If proto-Earth accreted such a mass from enstatite-like material during the disk lifetime, a tiny primordial atmosphere would have been lost soon after the disk dissipated and the presentday atmospheric Ar and Ne isotope ratios can be reproduced if the post-nebula impactors contained ≤ 5 ≈ 95 % strongly depleted enstatite chondrites. If higher amounts of carbonaceous chondrites were involved in early Earth’s accretion then the present atmospheric Ar and Ne ratios can only be reproduced if the delivered carbonaceous chondritic material taht was delivered after the disk dissipated was also highly depleted in these noble gases and/or had to be mainly delivered as long as the primordial atmosphere was yet escaping. If proto-Earth accreted less mass during the disk lifetime atmospheric escape cannot explain the present-day ratios, then these ratios have to be explained differently (Marty, 2012).

Impact erosion and outgassing of volatiles from magma pools, oceans, and subsequent escape to space should have depleted the planetary embryos that acted in the final accretion of the early terrestrial planets. Latest reproduction attempts of atmospheric Ar and Ne isotope ratios and bulk K/U ratios on Venus agree with the findings related to early Earth’s evolution that the young Sun was less active than a moderate rotator and EUV fluxes corresponding to a faster rotating young Sun were very unlikely.
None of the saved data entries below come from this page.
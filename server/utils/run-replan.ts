import { eq, sql } from 'drizzle-orm'
import type { CheckOutput } from '#shared/compare'
import { replanFromState } from '#shared/logbook'
import type { RouteOutput } from '#shared/route'
import type { Db } from './db'
import type { LoadedRun } from './runs'
import type { RouteMeta, RouteSolverInput } from './route-rows'

// Re-planning the rest of a run: from where the logbook says the atoms are (placed atoms keep
// their sites, lost atoms are gone), or from a newer scan of the sample (its marks, through its
// lattice fit). The new route is saved as a child of the current one; the run then follows it,
// unless the logbook or the plan changed meanwhile (then 409 and nothing switches).

type Pt = [number, number]
export interface ReplanBody { scan_id?: number, tolerance_nm?: number, expected_seq?: number }

async function fromScan(db: Db, loaded: LoadedRun, scanId: number, tolerance_nm: number) {
  const current = loaded.routes.get(loaded.run.current_route_id)!
  const blueprint = await db.query.blueprints.findFirst({ where: eq(schema.blueprints.id, current.blueprint_id) })
  if (!blueprint) throw createError({ statusCode: 404, message: 'The blueprint of this run is missing' })
  const scan = await scanForBlueprint(db, blueprint, scanId)
  const fit = await requireFit(db, scan, 'the newer scan')
  const marks = await latestMarks(db, scan.id)
  if (!marks || marks.count === 0) throw createError({ statusCode: 400, message: 'scan_id: the newer scan has no marks: detect the adatoms on it first', data: { field: 'scan_id' } })
  const { sites } = await registeredSitesOn(db, blueprint, scan, fit, current.scan_id)
  const atoms = marks.marks.map(m => [m.x_nm, m.y_nm] as Pt)
  // Sites that already hold an atom within the tolerance stay as they are.
  const check = await runCompute<CheckOutput>({ kind: 'check', input: { sites, found: atoms, tolerance_nm } })
  const { a1, a2, origin } = fitFrame(fit)
  return {
    scanId: scan.id, atoms, atom_ids: atoms.map((_, k) => k), sites, lattice: { a1, a2, origin },
    placed: check.pairs.map(([s, a]) => [s, a] as [number, number]),
    reason: `re-planned from scan ${scan.id} (${scan.filename}): ${check.placed.length} of ${sites.length} sites already filled`,
    meta: { fit_id: fit.id, marks_version: marks.version },
  }
}

export async function replanRun(db: Db, loaded: LoadedRun, userId: number, body: ReplanBody) {
  const { run, state } = loaded
  if (run.state !== 'open') throw createError({ statusCode: 409, message: 'This run is closed: it cannot be re-planned. Start a new run from a route.', data: { field: 'run' } })
  if (body.expected_seq !== undefined && body.expected_seq !== state.last_seq) {
    throw createError({ statusCode: 409, message: 'The logbook has entries you have not seen yet: refresh before re-planning.', data: { field: 'expected_seq', last_seq: state.last_seq } })
  }
  const current = loaded.routes.get(run.current_route_id)!
  const snap = loaded.snaps.get(current.id)!
  const prev = routeInput(current)
  let plan: { scanId: number | null, atoms: Pt[], atom_ids: number[], sites: Pt[], lattice?: RouteSolverInput['lattice'], placed: Array<[number, number]>, reason: string, meta: Partial<RouteMeta> }
  if (body.scan_id !== undefined) {
    plan = await fromScan(db, loaded, body.scan_id, body.tolerance_nm ?? 0.1)
  }
  else {
    const r = replanFromState(state, snap)
    const lost = state.atoms.filter(a => a.position === null).length
    plan = { scanId: current.scan_id, ...r, lattice: prev.lattice, reason: state.needs_replan?.message ?? `re-planned after entry ${state.last_seq}${lost ? ` (${lost} atom${lost === 1 ? '' : 's'} lost)` : ''}`, meta: {} }
  }
  if (!plan.atoms.length) throw createError({ statusCode: 400, message: 'atoms: no atoms are left to move: every atom of the run is lost', data: { field: 'atoms' } })
  const input: RouteSolverInput = {
    atoms: plan.atoms, sites: plan.sites, placed: plan.placed,
    ...(plan.lattice && { lattice: plan.lattice }), ...(prev.clearance_nm !== undefined && { clearance_nm: prev.clearance_nm }),
    ...(prev.cost && { cost: prev.cost }), ...(prev.time && { time: prev.time }),
  }
  const result = await runCompute<RouteOutput>({ kind: 'replan', input })
  const row = await saveRoute(db, {
    labId: run.lab_id, blueprintId: current.blueprint_id, scanId: plan.scanId, parentId: current.id, userId, input, result,
    meta: { ...plan.meta, source: body.scan_id !== undefined ? 'scan' : 'replan', atom_ids: plan.atom_ids, run_id: run.id, base_seq: state.last_seq, reason: plan.reason },
  })
  // Switch only if nobody logged or re-planned since the read this plan is built on.
  const switched = await db.run(sql`UPDATE build_runs SET current_route_id = ${row.id}
    WHERE id = ${run.id} AND state = 'open' AND current_route_id = ${current.id}
      AND (SELECT COALESCE(MAX(seq), 0) FROM logbook_entries WHERE run_id = ${run.id}) = ${state.last_seq}`)
  if (switched.rowsAffected === 0) {
    throw createError({ statusCode: 409, message: `The run changed while re-planning (a new entry or another re-plan). The new plan (route ${row.id}) was kept but not taken; refresh and re-plan again.`, data: { field: 'run', route_id: row.id } })
  }
  await audit(db, { labId: run.lab_id, userId, action: 'run.replan', target: `run:${run.id}`, detail: { from: current.id, to: row.id, source: body.scan_id !== undefined ? 'scan' : 'logbook', moves: row.move_count, base_seq: state.last_seq } })
  return row
}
Thus, new precise measurements by future Venus’ space missions of atmospheric Ar, Ne, Kr, and Xe noble gas isotope ratios and more data of moderately volatile elements distributed over a wide surface area would give a precise evolution scenario of Venus and would further help to constrain the Sun’s history. For terrestrial exoplanets one can expect that different accretion scenarios and different radiation fields of their host stars will result in different heat producing elements and hence in different tectonic regimes (see also O’Neill et al. 2020; this issue), which can have tremendous implication for the planet’s evolution and habitability.

From D/H analysis, one finds that Mars lost a huge fraction of its initial water inventory during the first 500 Myr after its origin. The low gravity and high EUV fluxes of the young Sun led also to high escape rates of its bulk atmosphere. After the EUV flux decreased at ≈ 4–4.1 Ga, volcanic outgassing and impacts could have resulted in the build-up of a denser atmosphere of \(\leq 1\) bar, which is also constrained by analysis of ³⁶Ar/³⁸Ar and ¹³C/¹²C data. Analysis of the atmosphere enriched in ¹³C isotopes compared to Mars’ mantle may be an indication that early Mars was more reduced than today. CO₂ could have been a minor component of the early Martian atmosphere as compared with CO or CH₄ from a thermodynamic point of view. Both molecules are depleted in ¹³C and preferentially escaped into space, whereas ¹³C-enriched CO₂ is ultimately deposited as carbonate. CO₂ could have been released from surface reservoirs during periods of climate change or impacts and may have modified the atmospheric surface pressure several times during the planet’s history. Since \(\approx 3.5\) Ga, when the young Sun’s EUV flux decreased to lower values, Mars’ atmospheric evolution until today was determined by a complex interplay of ion escape, atmospheric sputtering and suprathermal hot atom escape, carbonate precipitation, and serpentinization that led to today’s low surface pressure.